The estuary is the spawning ground of native fish species, some of them endangered, and experts fear escaped farmed salmon scouring local waters for food might crowd out native fish.
“The government is trying to do its best,” says Doris Soto, a marine biologist at Austral University in Puerto Montt. “But it’s not concerned enough with the impacts of salmon on the aquatic environment.”
And as Chile’s salmon industry expands, the government must cover ever more regulatory ground. Ecologists like Juan Carlos Cárdenas are concerned about salmon farming extending southward from Chile’s 10th Region—the lakes area where it’s centered now—into Chile’s 11th Region and Patagonia. Now 20 times as big as it was in 1990, the industry is looking to double production by 2013.
“The salmon industry for 20 years has been ruining the lakes, rivers and coastline,” Cárdenas says. “Chileans can’t afford to continue subsidizing salmon company profits with environmental pollution and cheap labor.”
For their part, salmon-farm operators assert such criticism is overblown. “I really think these campaigns are misleading, and even doing harm to the consumer,” says Torben Petersen, chief executive officer of Fjord Seafood Chile. “Chile is not a highly industrialized country and has very low contamination. The American Heart Association would recommend you eat salmon twice a week.”
—James Langman
A different kettle of fish…
With public concern about farmed salmon on the rise, some Chilean aquaculture companies are working to make their operations more environmentally sound.
None are doing so as aggressively as Fiordo Blanco.
The company, bought in 1995 by Heritage Salmon of Canada,won organic certification for half of its salmon farms in February from the German firm Naturland. So Fiordo Blanco, whose farms are located adjacent to the vast Pumalín Park conservation area in Chaiten, this year will start selling certified salmon to the growing niche market for organic salmon in North America, Europe and Japan.
To obtain organic status, Fiordo Blanco has adopted a rigorous regimen.
Salmon are hatched and kept for up to two years in closed-containment facilities on land rather than in freshwater pens in rivers or lakes, minimizing problems of water pollution and disease.
Once the salmon are in their final, saltwater stage of development, they inhabit sea cages containing slightly more than half the amount of salmon that typically are packed into conventional cages.And the nets are changed once a month to minimize accumulation of bacteria and funguses.
Monitoring devices in the pens are used to prevent the release of excess feed.
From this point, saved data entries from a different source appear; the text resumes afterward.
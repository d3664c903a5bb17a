// The SQLite ceiling: the same rows as the ingest stores, inserted plainly with the same
// statements and batches (50-row INSERTs prepared once, one transaction per 500 rows) into a
// copy of the same database, with nothing else going on: what the disk path alone allows.
import Database from "libsql";

const ROWS_PER_INSERT = 50;

export function measureInsertCeiling(file: string, probeIds: number[], rows: number, batch = 500, daysAhead = 1): number {
  const db = new Database(file, { timeout: 10_000 });
  db.exec("PRAGMA journal_mode=WAL; PRAGMA synchronous=NORMAL;");
  const insert = db.prepare(
    `INSERT INTO readings (probe_id, ts, raw, value, quality, calibration_run_id) VALUES ${Array(ROWS_PER_INSERT).fill("(?,?,?,?,?,?)").join(",")} ON CONFLICT DO NOTHING`,
  );
  const begin = db.prepare("BEGIN IMMEDIATE");
  const commit = db.prepare("COMMIT");
  let ts = Date.now() + daysAhead * 86_400_000; // clear of the rows already there (and of other repeats)
  let n = 0;
  const started = performance.now();
  while (n < rows) {
    begin.run();
    for (let i = 0; i < batch; i += ROWS_PER_INSERT) {
      const args: unknown[] = [];
      for (let k = 0; k < ROWS_PER_INSERT; k++, n++) {
        if (n % probeIds.length === 0) ts++;
        args.push(probeIds[n % probeIds.length], ts, 40, 6.2, "ok", null);
      }
      insert.run(args);
    }
    commit.run();
  }
  const seconds = (performance.now() - started) / 1000;
  db.close();
  return n / seconds;
}

/**
 * The ceiling timed three times, each on rows of its own: one timing of a second or two swings by
 * a fifth either way with the disk's write-back, so the bench takes the median.
 */
export function medianInsertCeiling(file: string, probeIds: number[], rows: number): { median: number; runs: number[] } {
  const runs = [1, 2, 3].map((day) => measureInsertCeiling(file, probeIds, rows, 500, day));
  return { median: [...runs].sort((a, b) => a - b)[1], runs };
}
Sea cucumbers (Holothuroidea) and other waste-eating marine creatures are placed inside and beneath the sea cages to help control contamination.
As for feed, the non-meat portion must be obtained from certified South American providers of organic soy and wheat, while the wild-fish content must come from sustainable sources.
Pigment for the meat (farmed salmon are
not naturally pink as wild salmon are) must be made from natural yeast.
Bill Drope, Fiordo Blanco’s director of operations, says the eco-friendlier approach boosts costs—and, thus, prices to the consumer —by about 50%. But higher prices and the organic practices they support, he suggests, are an essential step in ensuring farmed salmon remains
a viable product.
“There is so much bad press about farmed salmon these days,” he says.“We want to do everything we can to strengthen the argument for [consumers] to buy salmon.”